On the same post you will find a link to the New York Times page containing 9 poems on the Berlin Wall commissioned by the paper on the 20th anniversary of the fall (where you can download all 9 poems as a single jpeg). The poets commissioned hail from US, Poland, Yugoslavia (Slovenia), Germany and Russia. Bloodaxe wonders why on earth there were no British poets included. Well, there were no Canadians, Icelanders, Mexicans, South Africans, Irish either. Being born in Yugoslavia myself, it’s only fitting that I should post a poem by a then-Yugoslav writer Tomaž Šalamun. I like the poem’s seemingly disinterested, laconic voice, and the way it works as a curious hodgepodge: bumblebees, a resurrected Artaud, Ron Padgett, the Pergamon Museum, the Great Depression, all laid out as evocative couplets like twinned remnants of an ancient wall. Click on the image to view the poem large.

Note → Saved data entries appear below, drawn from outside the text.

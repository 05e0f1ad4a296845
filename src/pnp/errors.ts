import { RigCalError, EXIT_FAILED } from '../errors.js';

/** Stable codes of the pose solver's errors. */
export type PnpErrorCode =
  | 'pnp.too_few_points'
  | 'pnp.size_mismatch'
  | 'pnp.collinear'
  | 'pnp.non_finite'
  | 'pnp.behind_camera'
  | 'pnp.unprojectable'
  | 'pnp.no_solution'
  | 'pnp.poor_fit';

/**
 * A single-view pose could not be determined trustworthily. The solver throws
 * this instead of returning a pose it cannot vouch for (exit code 1).
 */
export class PnpError extends RigCalError {
  declare readonly code: PnpErrorCode;
  constructor(code: PnpErrorCode, message: string) {
    super(code, message, EXIT_FAILED);
    this.name = 'PnpError';
  }
}
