/* src/parse.c: recursive-descent parser from netlist cards to a circuit: includes, parameters,
 * subcircuits expanded into hierarchical names, and reading netlist files */
#define _XOPEN_SOURCE 700 /* realpath */
#include <errno.h>
#include <limits.h>
#include <math.h>
#include <stdarg.h>
#include <stdint.h>
#include <stdio.h>
#include <stdlib.h>
#include <string.h>
#include <sys/stat.h>

#include "alloc.h"
#include "circuit.h"
#include "device.h"
#include "diag.h"
#include "expect.h"
#include "expr.h"
#include "paramdep.h"
#include "grid.h"
#include "lex.h"
#include "netfile.h"
#include "nonlinear.h"
#include "spreadcard.h"
#include "suggest.h"
#include "tbeta.h"

/* Most points per decade, per octave or in all (lin) that .ac accepts. */
#define MAX_AC_POINTS 10000000L
/* Longest token text quoted in a message; a longer one is cut and ends in "...". */
#define QUOTE_MAX 40
#define QUOTE_SIZE (QUOTE_MAX + 4)
/* Deepest nesting of .include files, of subcircuit instances, of parameters
 * defined through other parameters. */
#define MAX_INCLUDE_DEPTH 64
/* Most files read through .include per netlist, counting each time a file is included
 * (a shared file too): the cap on fan-out (files including others twice, each level
 * doubling the work). */
#define MAX_INCLUSIONS ((size_t)10000)
#define MAX_INSTANCE_DEPTH 100
#define MAX_PARAM_CHAIN 32 /* others a parameter may lean on: 33 parameters in a chain */
/* Most subcircuit instances, and elements made by expanding them, per circuit. */
#define MAX_INSTANCES ((size_t)200000)
#define MAX_EXPANDED ((size_t)5000000)
/* Most pins of one subcircuit (and nodes of one X card). */
#define MAX_PINS ((size_t)100000)
/* Longest diagnostic message (with its include and instance context lines). */
#define MESSAGE_SIZE 2048

/* A parameter: a name bound to an expression, evaluated once on first use. */
typedef enum { PARAM_UNSET, PARAM_BUSY, PARAM_DONE, PARAM_FAILED } param_state;

typedef struct {
    const char *name; /* interned */
    tb_token expr;    /* a WORD (an expression without blanks) or an EXPR {...} */
    size_t src;       /* the source holding expr */
    double value;
    param_state state;
    size_t qid;       /* 1 + its quantity in the circuit's parameter table (paramdep.h), 0: none yet */
} param;

/* Parameters in definition order; looked up by name through index once there are more
 * than SMALL_LIST of them (an instance's copy of its definition's list has no index of
 * its own: it is looked up through the definition's, whose positions it shares). */
typedef struct {
    param *items;
    size_t count;
    size_t cap;
    tb_name_index index;
} param_list;

/* Lists up to this long are searched in order: no index (most subcircuits have a few
 * parameters, and a library may define a hundred thousand subcircuits). */
#define SMALL_LIST 8

/* A .subckt definition; its body is re-read for every instance. */
typedef struct {
    const char *name;
    tb_token at;            /* the name on the .subckt card */
    size_t src;
    const char **pins;      /* interned */
    size_t pin_count;
    size_t pin_cap;
    tb_name_index pin_index; /* once there are more than SMALL_LIST pins */
    param_list params;      /* defaults (the first default_count), then .param cards of the body */
    size_t default_count;
    size_t body_pos;        /* the body: text[body_pos..body_end) from line body_line */
    int body_line;
    size_t body_end;
    bool busy;              /* being expanded (recursion check) */
} subckt;

/* One subcircuit instance being expanded. */
typedef struct {
    const subckt *def;
    const char *path;  /* interned hierarchical name, "X1.X2" */
    size_t path_len;
    int *pins;         /* the caller's node for each pin */
    param_list params; /* the definition's, with the instance's values */
    tb_lexer lx;       /* over the body */
    size_t src;        /* where the X card is */
    tb_token at;       /* its name */
} frame;

/* A source text and where it was included from. */
typedef struct {
    const char *file; /* interned in the circuit */
    const char *text; /* owned by the circuit */
    size_t len;
    size_t parent;    /* the including source, SIZE_MAX for the netlist itself */
    int line;         /* the .include card's line in the parent */
} src_text;

/* Top-level cards found by the first pass one after the other in one source, parsed by
 * the second: a run ends at a card the first pass deals with (.include, .param,
 * .subckt, .end) and at the end of a file. One lexer reads the whole run. */
typedef struct {
    size_t src;
    size_t pos;   /* start of its first card's first physical line */
    int line;
    size_t count; /* its cards */
} card_run;

/* An open file of the first pass. */
typedef struct {
    tb_lexer lx;
    size_t src;
    char *canon; /* canonical path (malloc'd by realpath), NULL when unknown */
} open_file;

It is funny, astonishing even, that the Wall is described by Šalamun as being ‘thick’ whereas Sweeney calls it ‘astoundingly thin’. Even if one took these descriptions metaphorically — ‘thickness’ may hint at the magnitude of separation, ‘thinness’ at the poet’s realization that the apparent thickness was in fact very fragile, or that Sweeney the poet had expected the wall to be much thicker — this poetic discrepancy calls for factual clarification. Having recently seen two original slabs in Okinawa, I recall that the thickness/thinness was no more than 20cm. Well, just to make sure I’ve consulted a few internet sources. Although there were variations in the construction, the final scores amount to this: the Wall was 4.1 m/13.5 ft high, 16 cm/7 in thick, 155 km/96 mi long. Made of concrete slabs. End of story.